MIAMI, FL — A groundbreaking development in climate science has emerged from the University of Miami, where researchers have introduced a global atmospheric modeling framework that promises to revolutionize climate education and research. This innovative tool, written entirely in Python and designed to operate on the interactive Jupyter Notebook platform, aims to democratize access to sophisticated climate modeling by removing longstanding technical barriers.
The new framework is a significant departure from traditional climate models, which often rely on complex Fortran code and intricate setups that can be both expensive and time-consuming. By contrast, this open-source, Python-based tool allows users to conduct experiments, analyze data, and visualize results with ease, all within a single notebook environment. This accessibility makes it particularly valuable for educators and students, who can tailor exercises to various levels of complexity, as well as for researchers looking to explore original investigations into atmospheric dynamics.
Breaking Down Barriers in Climate Modeling
Ben Kirtman, dean of the University of Miami Rosenstiel School of Marine, Atmospheric, and Earth Science and lead author of the study, emphasized the importance of Python’s widespread use and beginner-friendly syntax. “Python’s widespread use—and its clarity for beginners—were critical to our decision,” he stated. “It also supports advanced features like machine learning and artificial intelligence for handling large datasets, which simply aren’t as accessible in traditional Fortran models.”
Kirtman’s decision to recode the models in Python was driven by his observations of students struggling with existing systems. The delays in running experiments often hindered their progress and slowed research momentum. Marybeth Arcodia, a co-author of the study and assistant professor at the Rosenstiel School, experienced these challenges firsthand during her graduate studies. Her research focused on long-term climate scenarios and weather patterns such as the El Niño–Southern Oscillation (ENSO), a complex climate pattern that affects global weather systems.
Innovative Features and Educational Potential
The new framework stands out due to several key innovations. Its Python-based core is not only easy to learn and modify but also allows users to adjust atmospheric settings to experiment with different levels of complexity. The model can simulate real-world influences such as heat sources, land features, and ocean conditions, making it suitable for both educational purposes and advanced research.
“In its first demonstrations, the model successfully replicated global climate patterns associated with El Niño events, highlighting its ability to capture these complex phenomena,” Arcodia noted.

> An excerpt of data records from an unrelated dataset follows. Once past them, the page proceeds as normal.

def verification_view(session: Any, row: Any) -> dict[str, Any] | None:
    """The spot page's verification section from the latest stored run (None: never verified)."""
    if row is None:
        return None
    from app.services.calibration import active_calibration

    b = row.body

    def f(v: Any, digits: int = 2) -> str:
        return "-" if v is None else f"{v:.{digits}f}"

    cal = active_calibration(session, row.spot_id)
    sectors = [{"name": k, "n": v["n"], "bias": f(v["bias_m"]), "rmse": f(v["rmse_m"]),
                "factor": f(v["calibration_factor"], 3)} for k, v in (b.get("by_sector") or {}).items()]  # fmt: skip
    return {"observations": b.get("observations"), "compared": b.get("compared"), "n": b.get("n", 0),
            "bias": f(b.get("bias_m")), "rmse": f(b.get("rmse_m")), "si": f(b.get("scatter_index")),
            "r": f(b.get("correlation")), "factor": f(b.get("calibration_factor"), 3),
            "factor_se": f(b.get("calibration_factor_stderr"), 3), "when": when(row.created_at, fmt="%Y-%m-%d %H:%M"),
            "by": row.created_by, "sectors": sectors,
            "calibration": None if cal is None else f"{cal.factor:.3f} (version {cal.version})"}  # fmt: skip
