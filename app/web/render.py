"""The Jinja2 environment of the pages: templates from app/web/templates, HTML autoescaped."""

from __future__ import annotations

from functools import cache
from pathlib import Path
from typing import Any

from jinja2 import Environment, FileSystemLoader, StrictUndefined, select_autoescape

from app.cautions import RIP_CAUTION

__all__ = ["STATIC_DIR", "TEMPLATE_DIR", "render"]

TEMPLATE_DIR = Path(__file__).with_name("templates")
STATIC_DIR = Path(__file__).with_name("static")
ASSET_VERSION = "2"  # bump when a static file changes (it is part of every asset URL)


@cache
def environment() -> Environment:
    env = Environment(
        loader=FileSystemLoader(TEMPLATE_DIR),
        autoescape=select_autoescape(["html"], default_for_string=True),
        undefined=StrictUndefined,  # a misspelt name fails the test, not silently blank
        trim_blocks=True,
        lstrip_blocks=True,
    )
    env.globals["asset_version"] = ASSET_VERSION
    env.globals["rip_caution"] = RIP_CAUTION  # beside every rip-current likelihood shown
    return env


def render(name: str, **context: Any) -> str:
    return environment().get_template(name).render(**context)
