"""Random waves across the surf zone, 1-D along each break point's own depth profile.

The profile runs from the table's reference point along the mean direction the arriving energy
travels (`profile_bearing`) to the shore; it is sampled from the (smoothed) grid once when the
table is built and stored with it (`SurfProfile`). Along it, every swell train carries its own
energy flux (per unit length of contour, per ρg):

    d(E_i Cg_i cos θ_i)/dx = −D · E_i / E,     E = Σ E_i,   E_i = m0_i,

θ_i by Snell's law from the train's angle to the contour normal at the reference point, x the
cross-shore distance (the profile distance × cos of its angle to the contour normal). The bulk
dissipation D is split over the trains in proportion to their energy (as spectral models do,
Eldeberky & Battjes 1996, from memory), with

- Battjes & Janssen (1978): D = (α/4) f̄ Q_b H_m², (1 − Q_b)/ln Q_b = −(H_rms/H_m)²,
  H_m = (0.88/k̄) tanh(γ k̄ h / 0.88) (the Miche-type form), α = 1, γ from Battjes & Stive (1985)
  γ = 0.5 + 0.4 tanh(33 s0), s0 = H_rms,0/L0 (deep-water H_rms and L0 at the mean frequency f̄);
- Thornton & Guza (1983), as a cross-check: D = (3√π/16) B³ f̄ H_rms⁷ / (γ_TG⁴ h⁵), B = 1,
  γ_TG = 0.42 (from memory).

H_rms = √(8E) never exceeds H_m (common practice in implementations of the model; it keeps the
inner surf zone at the depth-limited value where the beach is too steep for D to keep up).
Set-up from the radiation stress (Longuet-Higgins & Stewart 1964):
dη/dx = −(1/(h + η)) dS_xx/dx, S_xx = Σ E_i (n_i (1 + cos² θ_i) − ½); every depth is
bed + water level + set-up.
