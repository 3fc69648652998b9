"""The pages' colours and the WCAG 2.1 contrast arithmetic that checks them.

Every pair of text and background colour the stylesheet uses is listed in `TEXT_PAIRS` and must
reach 4.5:1 (WCAG 2.1 success criterion 1.4.3, level AA, normal text); focus rings and the level
badges' borders against the page reach 3:1 (criterion 1.4.11, non-text contrast). The hazard
level is always written out in the badge; the colour only repeats it.

Relative luminance and contrast ratio are the WCAG 2.1 definitions (sRGB channels linearised with
the 0.03928 threshold, L = 0.2126 R + 0.7152 G + 0.0722 B, ratio (L1 + 0.05) / (L2 + 0.05)).
"""

from __future__ import annotations

__all__ = [
    "LEVEL_COLOURS",
    "NON_TEXT_PAIRS",
    "PAGE",
    "TEXT_PAIRS",
    "contrast_ratio",
    "css_variables",
    "relative_luminance",
]

PAGE = {
    "bg": "#ffffff",
    "panel": "#f4f5f7",  # table header rows, the switches
    "ink": "#1d2330",
    "muted": "#4f5664",
    "link": "#1f4e8c",
    "rule": "#8a909c",  # table rules and panel borders (non-text)
    "focus": "#b3471d",  # keyboard focus ring
    "caution_bg": "#fff4d6",
    "caution_edge": "#8a5a00",
}

# Hazard levels 0..3: light to dark along our own cream-green-teal-indigo ramp, with the text colour
# that reads on each (ink on the light two, white on the dark two).
LEVEL_COLOURS = {
    0: ("#dde9c1", "#1d2330"),
    1: ("#85c9a3", "#1d2330"),
    2: ("#1f6f7d", "#ffffff"),
    3: ("#26285e", "#ffffff"),
}

TEXT_PAIRS: dict[str, tuple[str, str]] = {
    "body text": (PAGE["ink"], PAGE["bg"]),
    "muted text": (PAGE["muted"], PAGE["bg"]),
    "links": (PAGE["link"], PAGE["bg"]),
    "header cells": (PAGE["ink"], PAGE["panel"]),
    "muted on panel": (PAGE["muted"], PAGE["panel"]),
    "links on panel": (PAGE["link"], PAGE["panel"]),
    "caution text": (PAGE["ink"], PAGE["caution_bg"]),
    "caution heading": (PAGE["caution_edge"], PAGE["caution_bg"]),
    **{f"level {n} badge": (fg, bg) for n, (bg, fg) in LEVEL_COLOURS.items()},
}

NON_TEXT_PAIRS: dict[str, tuple[str, str]] = {
    "focus ring on page": (PAGE["focus"], PAGE["bg"]),
    "focus ring on panel": (PAGE["focus"], PAGE["panel"]),
    "caution border": (PAGE["caution_edge"], PAGE["bg"]),
    "table rules": (PAGE["rule"], PAGE["bg"]),
}


def _channel(c8: int) -> float:
    c = c8 / 255.0
    return c / 12.92 if c <= 0.03928 else ((c + 0.055) / 1.055) ** 2.4


def relative_luminance(hex_colour: str) -> float:
    """WCAG 2.1 relative luminance of an sRGB colour written `#rrggbb` (0 = black, 1 = white)."""
    s = hex_colour.strip().lstrip("#")
    if len(s) != 6:
        raise ValueError(f"`hex_colour` must look like #rrggbb, got {hex_colour!r}")
    try:
        r, g, b = (int(s[i:i + 2], 16) for i in (0, 2, 4))
    except ValueError as exc:
        raise ValueError(f"`hex_colour` must look like #rrggbb, got {hex_colour!r}") from exc
    return 0.2126 * _channel(r) + 0.7152 * _channel(g) + 0.0722 * _channel(b)


def contrast_ratio(a: str, b: str) -> float:
    """WCAG 2.1 contrast ratio of two colours, 1..21, the same either way round."""
    la, lb = relative_luminance(a), relative_luminance(b)
    hi, lo = max(la, lb), min(la, lb)
    return (hi + 0.05) / (lo + 0.05)


def css_variables() -> str:
    """The palette as CSS custom properties (the stylesheet uses only these colours)."""
    lines = [f"  --{k.replace('_', '-')}: {v};" for k, v in PAGE.items()]
    for n, (bg, fg) in LEVEL_COLOURS.items():
        lines += [f"  --level-{n}-bg: {bg};", f"  --level-{n}-fg: {fg};"]
    return ":root {\n" + "\n".join(lines) + "\n}\n"
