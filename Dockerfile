FROM python:3.11-slim
WORKDIR /srv/shoalcast
COPY pyproject.toml README.md alembic.ini ./
COPY app ./app
COPY models ./models
COPY migrations ./migrations
RUN pip install --no-cache-dir -e .
EXPOSE 8000
CMD ["shoalcast", "serve", "--host", "0.0.0.0", "--port", "8000"]
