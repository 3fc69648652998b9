"""HTML error pages for the web pages: 404 for unknown ids and paths, 400 for bad query values.

`wants_html` decides per request: the page paths ("/", /spots, /agencies, /sources, /static) always
get HTML; other paths outside the API get HTML when the client asks for it (a browser's Accept),
and the API (/v1, health, metrics, OpenAPI) keeps its problem+json.
"""

from __future__ import annotations

from starlette.requests import Request
from starlette.responses import HTMLResponse

from app.web.render import render

__all__ = ["html_error", "wants_html"]

_PAGE_PREFIXES = ("/spots", "/agencies", "/sources", "/static")
_API_PREFIXES = ("/v1", "/healthz", "/readyz", "/metrics", "/openapi.json", "/docs")

_HINT = {
    400: "One of the values in the address is not one this page knows. Check the link, or start again from the list of spots.",
    404: "There is nothing at this address. The spot or agency may have been renamed or removed.",
    405: "This address is a page to read, not a form to send.",
    500: "Something went wrong on our side. It has been logged; please try again shortly.",
}


def wants_html(request: Request) -> bool:
    path = request.url.path
    if path.startswith(_API_PREFIXES):
        return False
    if path == "/" or path.startswith(_PAGE_PREFIXES):
        return True
    return "text/html" in request.headers.get("accept", "")


def html_error(status: int, title: str, detail: str, *, headers: dict[str, str] | None = None) -> HTMLResponse:
    from app.services import outlooks

    body = render("error.html", status=status, title=title, detail=detail, hint=_HINT.get(status, ""),
                  cautions=list(outlooks.CAUTIONS), page_title=f"{status} {title}", nav_agencies=[])
    return HTMLResponse(body, status_code=status, headers=headers)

This capability underscores the model’s potential to enhance understanding of teleconnections, where climate anomalies in one region affect distant parts of the globe.
Collaboration and Future Directions
The development of this framework was made possible through collaboration with the Frost Institute for Data Science and Computing, which helped manage the substantial datasets required. With its successful initial demonstrations, the framework shows strong potential for both education and scientific discovery. Looking forward, Kirtman is developing an experiential climate modeling course for undergraduate and graduate students, enabling them to design and test their own climate scenarios using the new tool.
To maximize its impact, the framework is available as open-source software on GitHub, ensuring global access for educators, students, and researchers. The study, titled “A Simplified-Physics Atmosphere General Circulation Model for Idealized Climate Dynamics Studies,” was published online on August 22, 2025, in the Bulletin of the American Meteorological Society.
Funding and Acknowledgments
The study received funding from the National Oceanic Atmospheric Administration and the National Science Foundation. The authors expressed gratitude to Brian Mapes, professor of atmospheric sciences at the University of Miami Rosenstiel School, for his helpful discussions. Ben P. Kirtman, the William R Middelthon Chair of Earth Sciences, acknowledged the associated support.
The authors of the study include a diverse team from various institutions, highlighting the collaborative nature of this groundbreaking research. The University of Miami, a private research university with a vibrant academic community, continues to build bridges across geographic, cultural, and intellectual borders, fostering a spirit of innovation and commitment to addressing global challenges.
Founded in 1943, the Rosenstiel School of Marine, Atmospheric, and Earth Science is recognized as one of the world’s premier research institutions. Its research programs focus on improving the understanding and prediction of Earth’s geological, oceanic, and atmospheric systems, with goals ranging from better forecasting of extreme weather to preserving marine species.